When it comes to adding or subtracting fractions, having a shared denominator is essential. This is where the concept of the Least Common Denominator (LCD) comes into play. The LCD is the smallest number that all denominators of the fractions involved can divide into evenly. Think of it as the smallest common *multiple* that the denominators share. For example, if your denominators are 3, 18, and 6, the LCD would be 18 because 18 is the smallest number that 3, 6, and 18 can all divide into without leaving a remainder.

To find the LCD:

• Write down the multiples of each denominator.
• Identify the smallest common multiple among them.

Having the LCD makes the fractions compatible for addition or subtraction as it transforms them into a uniform structure that is easy to work with.

Simplifying fractions once you obtain the result is where the Greatest Common Divisor (GCD) shines. The GCD is the largest number that divides both the numerator and the denominator without a remainder. It helps you reduce fractions to their simplest form. In the exercise solution, you found the fraction \( \frac{14}{18} \). To simplify it, you determined the GCD of 14 and 18, which turned out to be 2.

To simplify a fraction using the GCD, follow these steps:

• Find the GCD of the numerator and denominator.
• Divide both the numerator and the denominator by the GCD.

For instance, dividing both 14 and 18 by their GCD (which is 2) gives you \( \frac{14 \div 2}{18 \div 2} = \frac{7}{9} \). This step ensures that fractions are expressed in their simplest and most understandable form.

Adding or subtracting fractions requires a methodical approach once you have a common denominator. Once your fractions share the same denominator, you only need to add or subtract the numerators, while keeping the denominator the same. This is because the denominator indicates how many equal parts the whole is divided into, so it remains constant.

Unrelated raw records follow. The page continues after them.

package mesh

import (
	"fmt"
	"slices"

	"github.com/go-gl/mathgl/mgl64"
)

// Report describes how well a mesh bounds a solid.
type Report struct {
	Triangles, Vertices int
	// BoundaryEdges are used by one triangle only (the rims of holes or open ends).
	BoundaryEdges int
	// NonManifoldEdges are shared by more than two triangles.
	NonManifoldEdges int
	// Degenerate triangles repeat a vertex or have zero area.
	Degenerate int
	// Shells counts pieces connected through shared vertices.
	Shells int
	// InconsistentOrientation counts edges whose two triangles run it the same way,
	// i.e. one of them faces the wrong side.
	InconsistentOrientation int
	Closed, Manifold        bool
	// SignedVolume is the enclosed volume (mm3) by the divergence theorem, negative when the
	// triangles face in; meaningful only for a closed surface.
	SignedVolume float64
}

// Validate checks edges, orientation, degenerate triangles and connectivity.
// Triangles whose indices are out of range count as degenerate and are otherwise ignored.
func Validate(m *Mesh) Report {
	return validate(m, func() TriangleSums { return SumTriangles(m) }, 0, false)
}

// ValidateWithSums is Validate for a mesh whose sums are known (s is SumTriangles(m)): the
// triangles' shapes are not read again.
func ValidateWithSums(m *Mesh, s TriangleSums) Report {
	return validate(m, func() TriangleSums { return s }, 0, false)
}

// validate counts edges and shells on two cores (the edges of triangles in scattered order on
// up to workers cores, 0 for all); sums (called beside the edges, after the shells) gives the
// report's SignedVolume and Degenerate, as SumTriangles(m) would. everyVertexUsed is
// countShells'.
func validate(m *Mesh, sums func() TriangleSums, workers int, everyVertexUsed bool) Report {
	r := Report{Triangles: len(m.Triangles), Vertices: len(m.Vertices)}
	done := make(chan struct{})
	go func() {
		r.Shells = countShells(m, everyVertexUsed)
		s := sums()
		r.SignedVolume, r.Degenerate = s.SignedVolume, s.Degenerate
		close(done)
	}()
	r.BoundaryEdges, r.NonManifoldEdges, r.InconsistentOrientation = edgeCounts(m, workers)
	<-done
	r.Closed = r.BoundaryEdges == 0 && len(m.Triangles) > 0
	r.Manifold = r.NonManifoldEdges == 0
	return r
}

// Warnings returns plain-language problems, each with a way to fix it.
func (r Report) Warnings() []string {
	var w []string
	if r.Triangles == 0 {
		return append(w, "the surface has no triangles; load a file that contains a surface")
	}
	if r.Shells > 1 {
		w = append(w, fmt.Sprintf("the file holds %d separate surfaces; all were kept. "+
			"If only one of them is the canal, keep it with --shell N (1 = the largest, 2 = the next, ...)", r.Shells))
	}
	if r.BoundaryEdges > 0 {
		w = append(w, fmt.Sprintf("the surface is not closed: %d edges border holes or open ends. "+
			"Close the holes (or cap the ends) before export; measurements that need an inside may be wrong", r.BoundaryEdges))
	}
	if r.NonManifoldEdges > 0 {
		w = append(w, fmt.Sprintf("%d edges are shared by more than two triangles. "+
			"Repair the surface so each edge joins exactly two triangles, or re-export it from the segmentation", r.NonManifoldEdges))
	}
	if r.InconsistentOrientation > 0 {
		w = append(w, fmt.Sprintf("%d edges join triangles that face opposite ways. "+
			"Re-export with consistent normals (all facing out), or repair the surface", r.InconsistentOrientation))
	}
	if r.Degenerate > 0 {
		w = append(w, fmt.Sprintf("%d triangles have zero area or a repeated corner. "+
			"They carry no surface; remove them (loading a file does this for you)", r.Degenerate))
	}
	return w
}

// isDegenerate reports a repeated or out-of-range index, or exactly zero area.
func isDegenerate(m *Mesh, t int) bool {
	tri := m.Triangles[t]
	n := int32(len(m.Vertices))
	for _, v := range tri {
		if v < 0 || v >= n {
			return true
		}
	}
	if tri[0] == tri[1] || tri[1] == tri[2] || tri[0] == tri[2] {
		return true
	}
	a, b, c := &m.Vertices[tri[0]], &m.Vertices[tri[1]], &m.Vertices[tri[2]]
	ux, uy, uz := b[0]-a[0], b[1]-a[1], b[2]-a[2]
	vx, vy, vz := c[0]-a[0], c[1]-a[1], c[2]-a[2]
	return uy*vz-uz*vy == 0 && uz*vx-ux*vz == 0 && ux*vy-uy*vx == 0
}

func triInRange(tri [3]int32, n int32) bool {
	return tri[0] >= 0 && tri[0] < n && tri[1] >= 0 && tri[1] < n && tri[2] >= 0 && tri[2] < n
}

// halfEdges buckets every half-edge under its smaller vertex (a counting sort, no hash map):
// entries[start[v]:start[v+1]] hold, for the edges whose smaller vertex is v, the other vertex
// << 1 | a direction bit (1 when the half-edge runs high to low): 32 bits hold any int32
// vertex that way, and half the bytes of 64 make the random writes of a mesh whose vertices
// are numbered out of triangle order cheaper. With withTris, tris holds
// each entry's triangle << 2 | its edge number (0..2).
func halfEdges(m *Mesh, withTris bool) (start []int32, entries []uint32, tris []int32) {
	nv := int32(len(m.Vertices))
	start = make([]int32, nv+1)
	for _, tri := range m.Triangles {
		if !triInRange(tri, nv) {
			continue
		}
		for k := 0; k < 3; k++ {
			a, b := tri[k], tri[(k+1)%3]
			if a == b {
				continue
			}
			start[min(a, b)+1]++
		}
	}
	for i := int32(0); i < nv; i++ {
		start[i+1] += start[i]
	}
	entries = make([]uint32, start[nv])
	if withTris {
		tris = make([]int32, start[nv])
	}
	fill := slices.Clone(start[:nv])
	for t, tri := range m.Triangles {
		if !triInRange(tri, nv) {
			continue
		}
		for k := 0; k < 3; k++ {
			a, b := tri[k], tri[(k+1)%3]
			if a == b {
				continue
			}
			lo, hi, dir := a, b, uint32(0)
			if b < a {
				lo, hi, dir = b, a, 1
			}
			entries[fill[lo]] = uint32(hi)<<1 | dir
			if withTris {
				tris[fill[lo]] = int32(t)<<2 | int32(k)
			}
			fill[lo]++
		}
	}
	return start, entries, tris
}

// edgeCounts counts how many triangles use each undirected edge and in which directions:
// from halfEdges' buckets for triangles in build order, whose vertices' half-edges come
// nearly in order, else by ranges of vertices on up to workers cores (0: all).
func edgeCounts(m *Mesh, workers int) (boundary, nonManifold, inconsistent int) {
	if !edgesLocal(m) {
		return edgeCountsInRanges(m, workers)
	}
	start, entries, _ := halfEdges(m, false)
	var c edgeTally
	for v := range int32(len(start) - 1) {
		c.sorted(entries[start[v]:start[v+1]])
	}
	return c.boundary, c.nonManifold, c.inconsistent
}

// edgeTally classifies the undirected edges of buckets of half-edges (other vertex << 1 |
// direction bit) that share their smaller vertex.
type edgeTally struct{ boundary, nonManifold, inconsistent int }

// sorted sorts the bucket and classifies each run of one edge: cheap when the half-edges
// come nearly in order, as from triangles in build order.
func (c *edgeTally) sorted(bucket []uint32) {
	sortKeys(bucket)
	tallySortedKeys(c, bucket)
}

// b2i is 1 for true, 0 for false (compiled to a flag move, no branch).
func b2i(b bool) int {
	var i int
	if b {
		i = 1
	}
	return i
}

// edgesLocal samples the triangle list: true when consecutive triangles mostly have nearby
// smallest vertices (a file written in the order its surface was built), whose vertices'
// half-edges then come mostly in order.
func edgesLocal(m *Mesh) bool {
	const step = 61 // a sample of pairs spread over the list
	far, n := 0, 0
	for t := step; t < len(m.Triangles); t += step {
		a, b := m.Triangles[t-1], m.Triangles[t]
		d := min(a[0], a[1], a[2]) - min(b[0], b[1], b[2])
		if d < -4096 || d > 4096 {
			far++
		}
		n++
	}
	return far*4 <= n
}

// vertexUnion joins the vertices of every triangle; find returns a vertex's shell root, the
// shell's smallest vertex.
type vertexUnion []int32

// newVertexUnion joins the vertices of every triangle with an index in range; used, when not
// nil, is set for every vertex such a triangle uses.
func newVertexUnion(m *Mesh, used []bool) vertexUnion {
	u := make(vertexUnion, len(m.Vertices))
	for i := range u {
		u[i] = int32(i)
	}
	nv := int32(len(m.Vertices))
	for _, tri := range m.Triangles {
		if !triInRange(tri, nv) {
			continue
		}
		// Three finds a triangle, not four: the root of the first two is known.
		r := u.link(u.find(tri[0]), u.find(tri[1]))
		u.link(r, u.find(tri[2]))
		if used != nil {
			used[tri[0]], used[tri[1]], used[tri[2]] = true, true, true
		}
	}
	return u
}

func (u vertexUnion) find(x int32) int32 {
	for u[x] != x {
		u[x] = u[u[x]] // path halving
		x = u[x]
	}
	return x
}

// link joins two roots and returns the joint root: the smaller index, so roots never depend
// on anything but the input.
func (u vertexUnion) link(ra, rb int32) int32 {
	if ra < rb {
		u[rb] = ra
		return ra
	}
	u[ra] = rb
	return rb
}

// countShells counts the shell roots among the vertices the triangles use: one pass over the
// vertices in order, where a pass over the triangles would find each one's root again, at
// random in a file whose triangles are scattered. everyVertexUsed says that every vertex is a
// corner of a triangle with its indices in range (as in every mesh Load returns): then the
// vertices need not be marked, a random write per corner in such a file.
func countShells(m *Mesh, everyVertexUsed bool) int {
	var used []bool
	if !everyVertexUsed {
		used = make([]bool, len(m.Vertices))
	}
	u := newVertexUnion(m, used)
	n := 0
	for v, r := range u {
		n += b2i(r == int32(v) && (everyVertexUsed || used[v]))
	}
	return n
}

// Shells returns the triangle indices of each connected shell (pieces joined through shared
// vertices), largest first; ties go to the shell whose first triangle comes first. Each list is
// in ascending order. Triangles with out-of-range indices belong to no shell.
func Shells(m *Mesh) [][]int32 {
	u := newVertexUnion(m, nil)
	nv := int32(len(m.Vertices))
	shellOf := map[int32]int{} // root -> shell number in order of first triangle
	var shells [][]int32
	for t, tri := range m.Triangles {
		if !triInRange(tri, nv) {
			continue
		}
		r := u.find(tri[0])
		s, ok := shellOf[r]
		if !ok {
			s = len(shells)
			shellOf[r] = s
			shells = append(shells, nil)
		}
		shells[s] = append(shells[s], int32(t))
	}
	// Stable: equal sizes keep first-triangle order.
	slices.SortStableFunc(shells, func(a, b []int32) int { return len(b) - len(a) })
	return shells
}

// Subset returns a new mesh made of the given triangles (in the given order) and only the
// vertices they use, which keep their relative order. Out-of-range indices are skipped.
func (m *Mesh) Subset(tris []int32) *Mesh {
	nv := int32(len(m.Vertices))
	newIndex := make([]int32, nv)
	for i := range newIndex {
		newIndex[i] = -1
	}
	out := &Mesh{Triangles: make([][3]int32, 0, len(tris))}
	for _, t := range tris {
		if t < 0 || int(t) >= len(m.Triangles) || !triInRange(m.Triangles[t], nv) {
			continue
		}
		for _, v := range m.Triangles[t] {
			newIndex[v] = 0
		}
	}
	n := int32(0)
	for v := range newIndex {
		if newIndex[v] == 0 {
			newIndex[v] = n
			n++
		}
	}
	out.Vertices = make([]mgl64.Vec3, 0, n)
	for v, ni := range newIndex {
		if ni >= 0 {
			out.Vertices = append(out.Vertices, m.Vertices[v])
		}
	}
	for _, t := range tris {
		if t < 0 || int(t) >= len(m.Triangles) || !triInRange(m.Triangles[t], nv) {
			continue
		}
		tri := m.Triangles[t]
		out.Triangles = append(out.Triangles, [3]int32{newIndex[tri[0]], newIndex[tri[1]], newIndex[tri[2]]})
	}
	return out
}

// LargestShell returns the shell with the most triangles as a mesh of its own
// (an empty mesh if m has none).
func LargestShell(m *Mesh) *Mesh {
	shells := Shells(m)
	if len(shells) == 0 {
		return &Mesh{}
	}
	return m.Subset(shells[0])
}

Let's break down the process:

• Start by writing the fractions with their new common denominator.
• Add or subtract the numerators as indicated.
• Keep the denominator unchanged.

In our exercise, the fractions \( \frac{12}{18} \), \( \frac{5}{18} \), and \( \frac{3}{18} \) shared the LCD of 18. Therefore, you calculated \( 12 + 5 - 3 \) for the numerators, yielding \( \frac{14}{18} \). This method ensures precision in the final result, keeping the process straightforward and consistent.